If a user walks into your SQL Server and there aren’t any tickets left, you run into a poison wait called THREADPOOL. To a user, THREADPOOL feels like the SQL Server isn’t responding to network requests – but it’s just because the workers behind the counter are really busy right now, and so many customers have piled up already.
You could solve the problem (except it’s not really solving the problem) by adding more numbered tickets. In SQL Server, the max worker threads setting is how many tickets are available. In the max worker threads documentation page, Microsoft explains that for most servers (64-bit operating systems with 5-63 CPU cores), the default max worker threads is 512 + ((logical CPUs -4) * 16):
- 8 cores: 576 max worker threads
- 16 cores: 704
- 32 cores: 960
- 128 cores: 4,480
- 256 cores: 8,576
In theory, if you had 8 workers at your deli, and you wanted thousands of customers to be able to grab a number and sit around waiting forever to be called, you could set max worker threads to be, say, 8,576. However, in most scenarios, this is just going to mean a serious performance resource problem and a whole lot of pissed-off customers. Trust me, your sandwiches aren’t worth waiting that long.
There are 3 unusual customers who often stand around without ordering food.
SQL Server has a few features that consume worker threads even when they’re not doing anything:
- Availability Groups – which consume threads based on the number of databases you’re protecting
- Database mirroring – similar to AGs
- Query notifications – which let apps subscribe to query updates, but consumes threads based on the number of SqlDependencies (times the number of servers subscribed)
In our deli analogy, these 3 features can consume all of your ticket numbers – even when they’re not actually doing any work. They’re considered active, running queries – even though they’re just standing around the deli, and whenever they’re called on, they just say, “Go on to the next customer – I haven’t figured out which cheese I want yet.”

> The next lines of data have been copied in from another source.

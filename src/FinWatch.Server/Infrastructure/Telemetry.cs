using System.Diagnostics;
using System.Diagnostics.Metrics;

namespace FinWatch.Server.Infrastructure;

/// <summary>
/// FinWatch's own instruments: one meter and one activity source, both named <see cref="Name"/>. Everything is
/// counted per batch, per evaluation or per push, never per row, so the ingest loop does not pay for it. Without a
/// listener (no exporter configured, <see cref="TelemetryExtensions"/>) an instrument call is a check of a flag and
/// <see cref="Source"/> starts no activity.
/// </summary>
public sealed class Telemetry
{
    public const string Name = "FinWatch";

    public const string SourceTag = "finwatch.ingest.source";
    public const string ResultTag = "finwatch.ingest.result";
    public const string SeverityTag = "finwatch.alert.severity";
    public const string RuleTag = "finwatch.alert.rule";
    public const string GroupTag = "finwatch.push.group";

    /// <summary>Spans of FinWatch's own work: a batch's ingest and a monitor evaluation.</summary>
    public static readonly ActivitySource Source = new(Name, typeof(Telemetry).Assembly.GetName().Version?.ToString());

    // Seconds: a small JSON batch takes milliseconds, a million-row file a minute or more.
    private static readonly IReadOnlyList<double> DurationBuckets = [0.005, 0.01, 0.025, 0.05, 0.1, 0.25, 0.5, 1, 2.5, 5, 10, 30, 60, 120, 300, 600];

    private readonly Counter<long> rows;
    private readonly Counter<long> batches;
    private readonly Counter<long> rowErrors;
    private readonly Histogram<double> batchDuration;
    private readonly Counter<long> points;
    private readonly Histogram<double> evaluationDuration;
    private readonly Counter<long> alertsRaised;
    private readonly Counter<long> alertsEscalated;
    private readonly Counter<long> pushFrames;
    private readonly UpDownCounter<long> screens;

    public Telemetry(IMeterFactory meters)
    {
        var meter = meters.Create(new MeterOptions(Name) { Version = typeof(Telemetry).Assembly.GetName().Version?.ToString() });
        var seconds = new InstrumentAdvice<double> { HistogramBucketBoundaries = DurationBuckets };
        rows = meter.CreateCounter<long>("finwatch.ingest.rows", "{row}",
            "Site rows of accepted batches: inserted, or already present from an earlier batch");
        batches = meter.CreateCounter<long>("finwatch.ingest.batches", "{batch}",
            "Ingest batches by source and result: stored, rejected (nothing stored) or failed (an error or a dropped request)");
        rowErrors = meter.CreateCounter<long>("finwatch.ingest.row_errors", "{error}",
            "Problems found in rejected batches (a bad cell, a row twice, an unreadable file)");
        batchDuration = meter.CreateHistogram("finwatch.ingest.batch.duration", "s",
            "Time from a batch's arrival to its answer, the monitor evaluation of a stored batch included", advice: seconds);
        points = meter.CreateCounter<long>("finwatch.monitor.points", "{point}",
            "Chart points evaluated (judged against their limits and run rules) and committed");
        evaluationDuration = meter.CreateHistogram("finwatch.monitor.evaluation.duration", "s",
            "Time of one monitor evaluation over every chart context with batches pending", advice: seconds);
        alertsRaised = meter.CreateCounter<long>("finwatch.monitor.alerts.raised", "{alert}",
            "Alerts raised (a new signal of a rule with no open alert in its context), by severity and rule");
        alertsEscalated = meter.CreateCounter<long>("finwatch.monitor.alerts.escalated", "{alert}",
            "Open alerts escalated to the supervisors because nobody acknowledged them in time");
        pushFrames = meter.CreateCounter<long>("finwatch.monitor.push.frames", "{frame}",
            "Live-feed frames pushed to a group of screens (everything, or one chart context), and frames that failed");
        screens = meter.CreateUpDownCounter<long>("finwatch.monitor.screens", "{connection}",
            "Screens connected to the live monitor on this server instance");
    }

    /// <summary>Starts measuring one ingest batch; dispose it when the batch is over.</summary>
    public IngestBatchTelemetry StartBatch(string source) => new(this, source);

    /// <summary>Starts measuring one monitor evaluation; dispose it when the evaluation is over.</summary>
    public MonitorEvaluationTelemetry StartEvaluation() => new(this);

    /// <summary>
    /// An upload refused before a row was read (its form holds no readable file): a rejected batch with one problem,
    /// left out of the duration, which times batches that were read.
    /// </summary>
    public void BatchRefused(string source)
    {
        rowErrors.Add(1, new KeyValuePair<string, object?>(SourceTag, source));
        batches.Add(1, new KeyValuePair<string, object?>(SourceTag, source), new KeyValuePair<string, object?>(ResultTag, "rejected"));
    }

    public void AlertsEscalated(int count) => alertsEscalated.Add(count);

    public void FramePushed(string group, bool sent) =>
        pushFrames.Add(1, new KeyValuePair<string, object?>(GroupTag, group), new KeyValuePair<string, object?>("finwatch.push.result", sent ? "sent" : "failed"));

    public void ScreenConnected() => screens.Add(1);

    public void ScreenDisconnected() => screens.Add(-1);

    internal void RecordStored(string source, int inserted, int alreadyPresent, double seconds)
    {
        var from = new KeyValuePair<string, object?>(SourceTag, source);
        rows.Add(inserted, from, new KeyValuePair<string, object?>(ResultTag, "inserted"));
        rows.Add(alreadyPresent, from, new KeyValuePair<string, object?>(ResultTag, "already_present"));
        RecordBatch(source, "stored", seconds);
    }

    internal void RecordRejected(string source, int errorCount, double seconds)
    {
        rowErrors.Add(errorCount, new KeyValuePair<string, object?>(SourceTag, source));
        RecordBatch(source, "rejected", seconds);
    }

    internal void RecordBatch(string source, string result, double seconds)
    {
        var from = new KeyValuePair<string, object?>(SourceTag, source);
        var outcome = new KeyValuePair<string, object?>(ResultTag, result);
        batches.Add(1, from, outcome);
        batchDuration.Record(seconds, from, outcome);
    }

    internal void RecordCommitted(int pointCount, IReadOnlyList<(string Severity, string Rule)> raised)
    {
        foreach (var (severity, rule) in raised)
        {
            alertsRaised.Add(1, new KeyValuePair<string, object?>(SeverityTag, severity), new KeyValuePair<string, object?>(RuleTag, rule));
        }

        points.Add(pointCount);
    }

    internal void RecordEvaluation(bool completed, double seconds) =>
        evaluationDuration.Record(seconds, new KeyValuePair<string, object?>("finwatch.monitor.result", completed ? "evaluated" : "failed"));
}

/// <summary>One ingest batch being measured: its span and, when it ends, its counts and duration.</summary>
public sealed class IngestBatchTelemetry : IDisposable
{
    private readonly Telemetry telemetry;
    private readonly string source;
    private readonly long started = Stopwatch.GetTimestamp();
    private readonly Activity? activity;
    private bool answered;

    internal IngestBatchTelemetry(Telemetry telemetry, string source)
    {
        this.telemetry = telemetry;
        this.source = source;
        activity = Telemetry.Source.StartActivity("finwatch.ingest.batch");
        activity?.SetTag(Telemetry.SourceTag, source);
    }

    public void Stored(long batchId, int rowsRead, int inserted, int alreadyPresent)
    {
        answered = true;
        telemetry.RecordStored(source, inserted, alreadyPresent, Stopwatch.GetElapsedTime(started).TotalSeconds);
        activity?.SetTag(Telemetry.ResultTag, "stored").SetTag("finwatch.ingest.batch_id", batchId).SetTag("finwatch.ingest.rows_read", rowsRead)
            .SetTag("finwatch.ingest.inserted", inserted).SetTag("finwatch.ingest.already_present", alreadyPresent);
    }

    public void Rejected(int rowsRead, int errorCount)
    {
        answered = true;
        telemetry.RecordRejected(source, errorCount, Stopwatch.GetElapsedTime(started).TotalSeconds);
        activity?.SetTag(Telemetry.ResultTag, "rejected").SetTag("finwatch.ingest.rows_read", rowsRead).SetTag("finwatch.ingest.errors", errorCount);
    }

    /// <summary>Ends the span; a batch that got no answer (an exception, a dropped request) counts as failed.</summary>
    public void Dispose()
    {
        if (!answered)
        {
            telemetry.RecordBatch(source, "failed", Stopwatch.GetElapsedTime(started).TotalSeconds);
            activity?.SetTag(Telemetry.ResultTag, "failed").SetStatus(ActivityStatusCode.Error, "the batch ended without an answer; nothing was stored");
        }

        activity?.Dispose();
    }
}

/// <summary>
/// One monitor evaluation being measured: its span, the points and raised alerts of each context as it commits, and
/// when it ends its duration.
/// </summary>
public sealed class MonitorEvaluationTelemetry : IDisposable
{
    private readonly Telemetry telemetry;
    private readonly long started = Stopwatch.GetTimestamp();
    private readonly Activity? activity = Telemetry.Source.StartActivity("finwatch.monitor.evaluate");
    private int points;
    private int raised;
    private bool completed;

    internal MonitorEvaluationTelemetry(Telemetry telemetry) => this.telemetry = telemetry;

    /// <summary>One context's committed transaction: the points it judged and the alerts it raised (severity, rule).</summary>
    public void Committed(int pointCount, IReadOnlyList<(string Severity, string Rule)> raisedAlerts)
    {
        telemetry.RecordCommitted(pointCount, raisedAlerts);
        points += pointCount;
        raised += raisedAlerts.Count;
    }

    public void Completed() => completed = true;

    /// <summary>Ends the span; an evaluation that did not complete (an error, a stop) counts as failed.</summary>
    public void Dispose()
    {
        telemetry.RecordEvaluation(completed, Stopwatch.GetElapsedTime(started).TotalSeconds);
        activity?.SetTag("finwatch.monitor.points", points).SetTag("finwatch.monitor.alerts_raised", raised);
        if (!completed)
        {
            activity?.SetStatus(ActivityStatusCode.Error, "the evaluation ended early; contexts committed before the error keep their points");
        }

        activity?.Dispose();
    }
}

If you’re backed into a corner where you’re experiencing worker thread exhaustion and THREADPOOL waits – running out of numbers to start new queries – just because these 3 features have consumed all your worker threads, then you could temporarily solve that problem by increasing max worker threads. That will let other customers go ahead and start placing orders – and at first, it’ll seem like you’ve averted disaster, and your deli can make money again.
But sooner or later, those 3 customers WILL order food.
And that’s when your deli is going to be in a world of hurt.
Great example: I’ve had several clients with thousands of databases protected with Always On Availability Groups spread across several replicas. They all had to raise max worker threads to a ginormous number just so that they could continue to service end user queries. They told themselves, “It’s fine, it’s not like all of these databases are changing data at the same time – most of the time, those worker threads are idle, so it doesn’t matter.”
Until one of the replicas went offline for more than a few minutes.
Then, as soon as the replica came back online, all of the databases on the primary replica had been active over the last few minutes, and all of them had changes they needed to push over to the replica. All of a sudden, the deli was chock full of angry customers, all of which wanted to place an order RIGHT NOW, and CPU went to 100% in a really ugly way, with new queries timing out and experiencing THREADPOOL waits.
When you buy a bigger number dispenser, you also need to start architecture discussions.
The bigger number dispenser buys you time, but only as long as not all the customers wanna place an order. The very fact that you had to buy more numbers is your big sign that at some point, workloads can be unsustainable, and you’re going to need to figure out how to:
- Reduce the number of potential active worker threads, or
- Get yourself more CPU cores (workers behind the deli counter), or
- Divide the work across more SQL Servers
When you’re making these decisions, stop to talk to the business about their future growth plans. Think about the number of databases you’ll have 3 years from now, and the number of query notifications you plan to add. If those numbers are up in the thousands, it’s time to revisit the architecture strategy.